I agree that collection factories should not throw on contains(null).
This issue actually reduces their
adoption. Imagine that I always returned from some method
Collections.unmodifiableSet(new HashSet<>(Arrays.asList(non, null, values)));
It's a verbose construct that creates inefficient data structure with
tons of garbage in memory. But I cannot simply replace it
with Set.of(non, null, values) in a compatible way, as I don't know
whether clients rely on contains(null) or not.
When we migrated our codebase from Java 8 to Java 11, we eagerly
replaced dozens of uses of unmodifiableList/Set/Map to
collection factories. We even have an inspection for this. Most of
them were ok, but we also introduced new bugs, as contains(null)
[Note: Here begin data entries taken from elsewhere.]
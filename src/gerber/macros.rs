//! Aperture macros (%AM): definitions, arithmetic expressions and primitives.
//!
//! Gerber Layer Format Specification 2024.05, §4.5.

use crate::diag::{InputError, Pos, Warning};
use crate::image::Shape;
use crate::limits::Limits;

/// A parsed aperture macro template.
#[derive(Debug, Clone, PartialEq)]
pub struct MacroDef {
    pub name: String,
}

impl MacroDef {
    /// Parses the data blocks of `%AMname*block*block*...%`. `blocks` are the blocks after the
    /// name, each without its terminating `*`, with the position of its first character.
    pub fn parse(name: &str, blocks: &[(&str, Pos)], file: &str) -> Result<MacroDef, InputError> {
        let _ = blocks;
        Err(InputError::new(
            file,
            Pos::new(1, 1),
            format!("macro {name}: not written yet"),
        ))
    }

    /// Evaluates the macro for the AD parameters `params` ($1, $2, ...) into one shape in
    /// file units, about the macro origin. `pos` is where the AD command stands.
    pub fn instantiate(
        &self,
        params: &[f64],
        file: &str,
        pos: Pos,
        limits: &Limits,
        warnings: &mut Vec<Warning>,
    ) -> Result<Shape, InputError> {
        let _ = (params, limits, warnings);
        Err(InputError::new(file, pos, "not written yet"))
    }
}
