//! The graphics state machine (spec 2024.05 §2.3, §4): commands in, objects out.
//!
//! This file holds the state and the command dispatch; drawing operations (strokes, arcs,
//! flashes, regions) are in `draw.rs`, the object sinks (image, block apertures,
//! step-and-repeat) in `sink.rs`.
//!
//! # Choices where the spec leaves room (documented in docs/gerber-support.md)
//! - Coordinate data without D01/D02/D03 reuses the previous operation (deprecated modal
//!   form, warned once).
//! - D01 before any G01/G02/G03: linear, warned once (the old default).
//! - An arc before any G74/G75: read as single quadrant (the RS-274X default), but when no
//!   single-quadrant centre gives an arc of at most 90°, as multi quadrant; warned once.
//! - `%IPNEG*%` is recorded in [`GerberFile::image_negative`] with a warning; the objects
//!   are kept as written and the film planner inverts the image.
//!
//! [`GerberFile::image_negative`]: super::GerberFile::image_negative

use super::aperture::Aperture;
use super::command::{
    AttributeKind, Command, CommandKind, FormatSpec, Interpolation, Operation, QuadrantMode,
    RawNumber, ZeroOmission,
};
use super::geometry::ImageTransform;
use super::macros::MacroDef;
use super::sink::Sinks;
use super::{GerberFile, Units};
use crate::diag::{InputError, Pos, Warning};
use crate::image::{LayerImage, Point, Polarity};
use crate::limits::Limits;
use std::collections::{BTreeMap, HashMap, HashSet};
use std::hash::{BuildHasherDefault, Hasher};

/// Hashes aperture numbers with the splitmix64 finalizer: a bijection whose every output bit
/// depends on every input bit, so codes chosen to share low bits still spread over the
/// table (no quadratic probing on hostile files), at a fraction of SipHash's cost (SipHash
/// took 3 % of reading time).
#[derive(Default)]
pub(super) struct CodeHasher(u64);

impl Hasher for CodeHasher {
    fn finish(&self) -> u64 {
        self.0
    }
    fn write(&mut self, bytes: &[u8]) {
        for &b in bytes {
            self.0 = (self.0 ^ b as u64).wrapping_mul(0x100_0000_01b3);
        }
    }
    fn write_u32(&mut self, v: u32) {
        let mut z = (v as u64).wrapping_add(0x9E37_79B9_7F4A_7C15);
        z = (z ^ (z >> 30)).wrapping_mul(0xBF58_476D_1CE4_E5B9);
        z = (z ^ (z >> 27)).wrapping_mul(0x94D0_49BB_1331_11EB);
        self.0 = z ^ (z >> 31);
    }
}

/// An open region (G36 … G37).
#[derive(Debug, Default)]
pub(super) struct RegionState {
    /// The contour being built (mm), with its start in file units and its position.
    pub contour: Option<crate::image::Contour>,
    pub start_file: Point,
    pub start_pos: Pos,
}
is definitely called in some cases. Sometimes, this happens rarely,
and was not noticed during testing.
So we had new bugs in production and unhappy customers. Now we try not
to touch old code, unless we are totally sure that
contains(null) is never called.
I see that concurrent collections were implemented in the same way,
but the case when you want to replace
a normal collection with a concurrent one occurs rarely, and it's
likely that you still need to revisit all the uses of this collection,
to ensure that they are thread-safe, so you can fix potential problems
with contains(). On the other hand, collection factories
are very appealing to use, but this unpleasant behavior really gets in the way.
With best regards,
Tagir Valeev.
On Tue, Jan 31, 2023 at 3:14 AM Stuart Marks <stuart.marks at oracle.com> wrote:
>
> In this reply I'll focus on the null handling issues in collections.
>
> As you've noted, there are really (at least) two distinct issues here: whether a
> collection permits nulls, and the behavior of contains(null) queries. There have
> been continual complaints about both, and the issues are somewhat distinct.
>
> The collection implementations in the JDK are all over the place with regard to
> nulls. I believe this is because the original collections and the concurrent
> collections up through JDK 1.6 or so were mostly done by Josh Bloch and Doug Lea,
> who disagreed about null handling. They had this exchange in 2006:
>
> Doug Lea wrote: [1]
>
> > The main reason that nulls aren't allowed in ConcurrentMaps
> > (ConcurrentHashMaps, ConcurrentSkipListMaps) is that
> > ambiguities that may be just barely tolerable in non-concurrent
> > maps can't be accommodated. The main one is that if
> > map.get(key) returns null, you can't detect whether the
> > key explicitly maps to null vs the key isn't mapped.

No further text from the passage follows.